In fact, Lardy thinks the disinvestment campaign had little to do with PetroChina’s fate. “I think the people who campaigned against this issue are getting way too much credit,” he said. “I have respect for the people who run these pension funds. There are more attractive investments out there, quite apart from the pressure from organized groups.”

Yet many pension funds seemed oblivious to the risks of Chinese state-owned companies before the campaign, notes Roger Robinson, head of Washington-based Casey Institute and a leading critic of PetroChina.

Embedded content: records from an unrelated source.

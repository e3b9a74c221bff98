"""Which way the advection's products are made: block by block, or with whole arrays.

Both make the same products with the same transforms (results equal to
round-off, :mod:`solver.tendency`). Block by block
(:meth:`solver.transforms.SlabTransform.round_trip`) the physical fields live
only in cache-sized blocks; with whole arrays each transform is one FFTW plan
over the slab. The block-wise pass pays when the physical fields of all ranks
on a node overflow the last-level cache, and only then (measured on a 2-core
AMD EPYC with a 32 MiB L3, README "Performance": at 128^3 the block-wise pass
made steps 14-27% faster on 1 and 2 ranks; at 64^3, where everything stays
in cache, the whole-array pass was 5-15% faster).
"""
from __future__ import annotations

import os

PASS_CHOICES = ("blocks", "whole")

#: assumed when the machine does not say (a common server L3 size)
DEFAULT_CACHE_BYTES = 32 * 1024 ** 2


class PhysicalPassError(ValueError):
    """An unknown ``SHEARMIX_PHYSICAL_PASS``; the message is one line."""


def last_level_cache_bytes(base: str = "/sys/devices/system/cpu/cpu0/cache") -> int:
    """Size of this CPU's largest cache, from Linux sysfs (``DEFAULT_CACHE_BYTES`` if unknown)."""
    best = 0
    try:
        for entry in os.listdir(base):
            if not entry.startswith("index"):
                continue
            with open(os.path.join(base, entry, "size")) as fh:
                text = fh.read().strip()
            scale = {"K": 1024, "M": 1024 ** 2, "G": 1024 ** 3}.get(text[-1:], 1)
            best = max(best, int(text.rstrip("KMG")) * scale)
    except (OSError, ValueError):
        best = 0
    return best or DEFAULT_CACHE_BYTES


def product_fields(model_has_T_advection: bool) -> int:
    """Physical fields on the grid at once: u, v, w (, T) in, 5 (+3) products out."""
    return 8 if model_has_T_advection else 5


def physical_pass(node_bytes: float) -> str:
    """``'blocks'`` when the product fields of all ranks on a node (``node_bytes``)
    overflow the last-level cache, else ``'whole'``; ``SHEARMIX_PHYSICAL_PASS``
    (``blocks`` or ``whole``) overrides."""
    choice = os.environ.get("SHEARMIX_PHYSICAL_PASS", "")
    if choice:
        if choice not in PASS_CHOICES:
            raise PhysicalPassError(f"SHEARMIX_PHYSICAL_PASS={choice!r}: allowed are "
                                    f"{', '.join(PASS_CHOICES)}")
        return choice
    return "blocks" if node_bytes > last_level_cache_bytes() else "whole"
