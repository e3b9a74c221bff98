"""Power-law fits ``y = A x^p`` with confidence intervals.

Method: weighted linear least squares on ``log y = log A + p log x``. With
per-point standard errors ``s_i`` of ``y_i`` the log-space errors are
``s_i / y_i`` (first-order propagation) and the weights ``1 / (s_i/y_i)^2``;
without them all weights are equal (ordinary least squares).

The parameter covariance is ``(X^T W X)^{-1}``, by default scaled by the
reduced chi-square ``chi2 / (n - 2)`` (the per-point errors are then trusted
only in their ratios), and intervals use the Student t distribution with
``n - 2`` degrees of freedom: under Gaussian errors in log space this
interval has exact coverage (standard linear-regression theory, e.g. Draper &
Smith, *Applied Regression Analysis*). With ``absolute_sigma=True`` the
covariance is not scaled and intervals use the normal distribution.

The exponents expected from docs/equations.md#regimes ("facts of the trade", no
published source given there) are in :data:`EXPECTED_EXPONENTS`;
:func:`compare_exponent` reports how a fitted exponent sits against them.
"""
from __future__ import annotations

import csv
from dataclasses import asdict, dataclass

import numpy as np
from scipy import stats

__all__ = [
    "PowerLawFit",
    "EXPECTED_EXPONENTS",
    "fit_power_law",
    "compare_exponent",
    "read_table",
    "fit_table",
]

#: Scaling exponents against BPe listed in docs/equations.md#regimes for the
#: stratified-turbulence regime (facts of the trade, no published source).
EXPECTED_EXPONENTS = {
    ("BPe", "Lz_turb"): -1.0 / 3.0,
    ("BPe", "w_rms"): -1.0 / 6.0,
    ("BPe", "D_flux"): -1.0 / 2.0,
    ("BPe", "D_estimate"): -1.0 / 2.0,
}


@dataclass(frozen=True)
class PowerLawFit:
    """Result of :func:`fit_power_law`.

    Attributes
    ----------
    A, p : float
        Prefactor and exponent of ``y = A x^p``.
    p_stderr, logA_stderr : float
        Standard errors of ``p`` and of ``ln A``.
    p_ci, A_ci : tuple of float
        Confidence intervals at level ``confidence`` (``A_ci`` is the
        exponential of the interval of ``ln A``).
    cov : tuple
        2x2 covariance of ``(ln A, p)`` as nested tuples.
    confidence : float
    n : int
        Number of points used.
    dof : int
        ``n - 2``.
    chi2_red : float
        Weighted residual sum of squares over ``dof``.
    x_range : tuple of float
        Smallest and largest ``x`` used.
    absolute_sigma : bool
    """

    A: float
    p: float
    p_stderr: float
    logA_stderr: float
    p_ci: tuple
    A_ci: tuple
    cov: tuple
    confidence: float
    n: int
    dof: int
    chi2_red: float
    x_range: tuple
    absolute_sigma: bool

    def as_dict(self):
        """Return the fields as a plain dict."""
        return asdict(self)

    def __call__(self, x):
        """Evaluate ``A x^p``."""
        return self.A * np.asarray(x, dtype=float) ** self.p


def fit_power_law(x, y, y_err=None, confidence=0.95, x_range=None, absolute_sigma=False):
    """Fit ``y = A x^p`` by least squares in log-log space.

    Parameters
    ----------
    x, y : array_like
        Positive data.
    y_err : array_like, optional
        One-standard-deviation errors of ``y``, finite and positive for every
        point used (give all or none).
    confidence : float
        Level of the intervals, in (0, 1).
    x_range : (float, float), optional
        Only points with ``lo <= x <= hi`` are used.
    absolute_sigma : bool
        Trust ``y_err`` in absolute terms (no chi-square scaling, normal
        quantiles) instead of only in ratios (scaled, Student t).

    Returns
    -------
    PowerLawFit
    """
    x = np.asarray(x, dtype=float)
    y = np.asarray(y, dtype=float)
    if x.shape != y.shape or x.ndim != 1:
        raise ValueError(f"x and y must be 1-D of equal length, got shapes {x.shape} and {y.shape}")
    if not 0 < confidence < 1:
        raise ValueError(f"confidence must be in (0, 1), got {confidence}")
    sel = np.ones(x.shape, dtype=bool)
    if x_range is not None:
        lo, hi = map(float, x_range)
        if not lo <= hi:
            raise ValueError(f"range must be lo <= hi, got {x_range}")
        sel &= (x >= lo) & (x <= hi)
    x, y = x[sel], y[sel]
    if np.any(~np.isfinite(x)) or np.any(~np.isfinite(y)) or np.any(x <= 0) or np.any(y <= 0):
        raise ValueError("power-law fit needs finite, positive x and y")
    if y_err is not None:
        s = np.asarray(y_err, dtype=float)
        if s.shape != sel.shape:
            raise ValueError(f"y_err has shape {s.shape}, expected {sel.shape}")
        s = s[sel]
        if np.any(~np.isfinite(s)) or np.any(s <= 0):
            raise ValueError("y_err must be finite and positive for every point used")
        slog = s / y
    else:
        if absolute_sigma:
            raise ValueError("absolute_sigma=True needs y_err")
        slog = np.ones_like(y)
    n = x.size
    if n < 3:
        raise ValueError(f"power-law fit with intervals needs at least 3 points, got {n}")
    X = np.column_stack([np.ones(n), np.log(x)])
    w = 1.0 / slog**2
    XtW = X.T * w
    cov = np.linalg.inv(XtW @ X)
    beta = cov @ (XtW @ np.log(y))
    resid = np.log(y) - X @ beta
    dof = n - 2
    chi2_red = float(np.sum(w * resid**2) / dof)
    if absolute_sigma:
        q = stats.norm.ppf(0.5 + confidence / 2)
    else:
        cov = cov * chi2_red
        q = stats.t.ppf(0.5 + confidence / 2, dof)
    se = np.sqrt(np.diag(cov))
    lnA, p = beta
    return PowerLawFit(
        A=float(np.exp(lnA)),
        p=float(p),
        p_stderr=float(se[1]),
        logA_stderr=float(se[0]),
        p_ci=(float(p - q * se[1]), float(p + q * se[1])),
        A_ci=(float(np.exp(lnA - q * se[0])), float(np.exp(lnA + q * se[0]))),
        cov=tuple(map(tuple, cov.tolist())),
        confidence=float(confidence),
        n=int(n),
        dof=int(dof),
        chi2_red=chi2_red,
        x_range=(float(x.min()), float(x.max())),
        absolute_sigma=bool(absolute_sigma),
    )


def compare_exponent(fit, expected):
    """Compare a fitted exponent with an expected value.

    Parameters
    ----------
    fit : PowerLawFit
    expected : float

    Returns
    -------
    dict
        ``expected``, ``fitted``, ``difference`` (fitted - expected),
        ``z`` (difference / stderr), ``consistent`` (expected inside the
        fit's confidence interval) and ``confidence``.
    """
    diff = fit.p - float(expected)
    return {
        "expected": float(expected),
        "fitted": fit.p,
        "difference": diff,
        "z": diff / fit.p_stderr if fit.p_stderr > 0 else float("inf"),
        "consistent": bool(fit.p_ci[0] <= expected <= fit.p_ci[1]),
        "confidence": fit.confidence,
    }


def read_table(path):
    """Read a CSV table (header row) into a dict of column name -> list of str."""
    with open(path, newline="") as fh:
        rows = list(csv.DictReader(fh))
    if not rows:
        raise ValueError(f"table {path} has no data rows")
    return {k: [r[k] for r in rows] for k in rows[0]}


def _column(table, name, path):
    if name not in table:
        raise ValueError(f"column '{name}' not in table {path}; columns are: {', '.join(table)}")
    out = np.full(len(table[name]), np.nan)
    for i, v in enumerate(table[name]):
        try:
            out[i] = float(v)
        except ValueError:
            pass  # empty cells (quantity absent for that run) stay NaN
    return out


def segment_notes(path):
    """One-line notes on the segments a summary table's rows averaged
    (:mod:`shearmix.tools.analysis.segments`): which ones, and a warning for each
    row averaged across changes (``segment`` = ``all``) or from a table that
    records none."""
    table = read_table(path)
    if "segment" not in table:
        return [f"warning: {path} records no segments (written by an older shearmix): its "
                "rows may average across restarts that changed the case"]
    names = table.get("run") or table.get("member") or [str(i) for i in range(len(table["segment"]))]
    notes = []
    multi = [(n, s, c) for n, s, c in zip(names, table["segment"], table.get("segments", ["1"] * len(names)))
             if c not in ("", "1")]
    for n, seg, count in multi:
        if seg == "all":
            notes.append(f"warning: {n} averaged across all its {count} segments (crosses a change)")
        else:
            notes.append(f"{n}: segment {seg} of {count}")
    return notes


def fit_table(path, x, y, x_range=None, confidence=0.95, use_errors=True):
    """Fit ``y = A x^p`` to two columns of a summary table.

    Rows with a missing or non-positive value are skipped. The error column
    ``<y>_err`` is used as per-point error when present and ``use_errors``.

    Returns
    -------
    fit : PowerLawFit
    comparison : dict or None
        :func:`compare_exponent` against :data:`EXPECTED_EXPONENTS` when the
        pair ``(x, y)`` is listed there.
    """
    table = read_table(path)
    xs = _column(table, x, path)
    ys = _column(table, y, path)
    err_name = f"{y}_err"
    es = _column(table, err_name, path) if (use_errors and err_name in table) else None
    ok = np.isfinite(xs) & np.isfinite(ys) & (xs > 0) & (ys > 0)
    if es is not None:
        ok &= np.isfinite(es) & (es > 0)
    fit = fit_power_law(xs[ok], ys[ok], None if es is None else es[ok], confidence, x_range)
    exp = EXPECTED_EXPONENTS.get((x, y))
    return fit, (None if exp is None else compare_exponent(fit, exp))
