def validate(data: dict, source: str = "<case>") -> Case:
    """Check every key, fill defaults and check the model's parameters."""
    flat: dict[str, Any] = {}
    where: dict[str, str] = {}
    data = dict(data)
    tracers = _validate_tracers(data.pop("tracers", None), data.get("parameters") or {},
                                source)
    _flatten(data, "", flat, source, where)
    values = {}
    for key, spec in SCHEMA.items():
        v = _check_value(key, spec, flat.get(key), source, where.get(key, ""))
        values[key] = spec.default if v is None else v
    if values["model"] is None:
        raise CaseError(f"{source}: model: missing; must be one of {', '.join(MODELS)}")
    if values["parameters.Re"] is None:
        raise CaseError(f"{source}: parameters.Re: missing; must be a number > 0")

    model = values["model"]
    p = {k.split(".")[1]: values[k] for k in SCHEMA if k.startswith("parameters.")}
    if p["Pe"] is not None and p["Pr"] is not None:
        raise CaseError(f"{source}: parameters.Pe and parameters.Pr both given; "
                        "give one (Pe = Re*Pr)")
    if model == "boussinesq":
        if p["B"] is None:
            raise CaseError(f"{source}: parameters.B: missing; the boussinesq model needs "
                            "Re, B and Pe (or Pr)")
        if p["Pe"] is None and p["Pr"] is None:
            raise CaseError(f"{source}: parameters.Pe: missing; the boussinesq model needs "
                            "Pe or Pr")
        if p["BPe"] is not None:
            raise CaseError(f"{source}: parameters.BPe: belongs to model lowpe; the "
                            "boussinesq model takes B and Pe (or Pr)")
    else:
        if p["BPe"] is None:
            raise CaseError(f"{source}: parameters.BPe: missing; the lowpe model needs "
                            "Re and BPe")
        if p["B"] is not None:
            raise CaseError(f"{source}: parameters.B: belongs to model boussinesq; the "
                            "lowpe model takes BPe (and optionally Pe or Pr)")

    for axis in ("Nx", "Ny", "Nz"):
        if values[f"grid.{axis}"] % 2:
            raise CaseError(f"{source}: grid.{axis}: must be even, got {values[f'grid.{axis}']}")
    if all(values[k] is None for k in ("time.t_end", "time.max_steps", "time.wall_hours")):
        raise CaseError(f"{source}: time: no stop condition; set time.t_end, "
                        "time.max_steps or time.wall_hours")
    if values["time.dt_min"] >= values["time.dt_max"]:
        raise CaseError(f"{source}: time.dt_min: must be below time.dt_max "
                        f"({values['time.dt_max']:g}), got {values['time.dt_min']:g}")
    if values["initial.kind"] in ("file", "eigenmode") and not values["initial.path"]:
        raise CaseError(f"{source}: initial.path: missing; initial.kind "
                        f"'{values['initial.kind']}' needs the perturbation file's path")

    raw: dict = {}
    for key, value in values.items():
        node = raw
        parts = key.split(".")
        for part in parts[:-1]:
            node = node.setdefault(part, {})
        node[parts[-1]] = value
    if tracers:
        raw["tracers"] = tracers
    case = Case(raw=raw, source=source)

    lx, ly, lz = case.lengths
    turns = case.kf * ly / (2 * math.pi)
    if abs(turns - round(turns)) > 1e-9 or round(turns) < 1:
        raise CaseError(f"{source}: forcing.kf: kf*Ly/(2 pi) must be a whole number >= 1 "
                        f"so the forcing is periodic, got {turns:.6g}")
    if lx <= 2 * math.pi / case.kf * (1 + 1e-12):
        case.warnings.append(
            f"box.Lx = {lx:.6g} <= 2 pi/kf = {2 * math.pi / case.kf:.6g}: the box holds no "
            "streamwise wavenumber below kf, so the laminar flow cannot go unstable in it "
            "(classical Kolmogorov-flow result); 4 pi/kf is the usual choice")
    if values["initial.kind"] == "mode":
        for axis, n in zip("xyz", case.shape):
            idx = values[f"initial.mode.n{axis}"]
            if abs(idx) > dealias_cutoff(n) or (axis == "z" and idx < 0):
                raise CaseError(f"{source}: initial.mode.n{axis}: must lie within the dealiased "
                                f"band 0..{dealias_cutoff(n)} (|n| for x, y), got {idx}")
    for name, spec in tracers.items():
        ini = spec["initial"]
        if ini["kind"] == "mode":
            for axis, n in zip("xyz", case.shape):
                idx = ini[f"n{axis}"]
                if abs(idx) > dealias_cutoff(n) or (axis == "z" and idx < 0):
                    raise CaseError(f"{source}: tracers.{name}.initial.n{axis}: must lie within "
                                    f"the dealiased band 0..{dealias_cutoff(n)} (|n| for x, y), "
                                    f"got {idx}")
            if (ini["nx"], ini["ny"], ini["nz"]) == (0, 0, 0):
                raise CaseError(f"{source}: tracers.{name}.initial: the mode (0, 0, 0) is the "
                                "mean, which the tracer equation does not carry")
    if int(round(turns)) > dealias_cutoff(case.Ny):
        raise CaseError(f"{source}: grid.Ny: the forcing mode ky = kf needs Ny > "
                        f"{3 * int(round(turns))} after 2/3 dealiasing, got {case.Ny}")
    return case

“The intensity of the PetroChina controversy without doubt raised the level of awareness in the markets concerning the problems besetting Chinese state-owned firms…which would have otherwise been low on the radar screen,” he said. Before the campaign, Robinson said, many fund managers ” seem to believe that being listed on the Hong Kong Exchange was synonymous with a non-mainland entity.”

This may have been the case with the California Public Employees’ Retirement System, the nation’s largest public pension fund.

When IBD wrote in July about Calpers’ investment in four offshoots of Chinese state enterprises linked to the military or espionage, Charles Valdes, investment chairman, charged in a press release that the “firms originated and have operated from Hong Kong.”

Valdes also said that red chip Citic Pacific was “independent of the Beijing government.” But Lardy said the company is “undoubtedly controlled” by its parent, state-owned China International Trust & Investment Corp. The parent is headed by arms dealer Wang Jun.

In recent hearings in the California Joint Legislative Audit Committee, it was discovered that Calpers might have been violating its own investment policy. Since June, mainland China has been n the list of countries in which Calpers fund managers are banned from investing.

Investments in Hong Kong are permitted, but many say the investments in the red chips demonstrate the need for a legislative audit, which may be voted on this week. “To say Citic and Cosco (the China Ocean and Shipping Co.) are not Chinese companies is absurd,” said Daryl Thomas, legislative assistant to California state Sen. Ray Haynes, R-Riverside. “They’re clearly in violation of their own policy.”

Calpers, in a statement, welcomed the audit and denied any violations had occurred. In January, Calpers said it would pass on the PetroChina offering.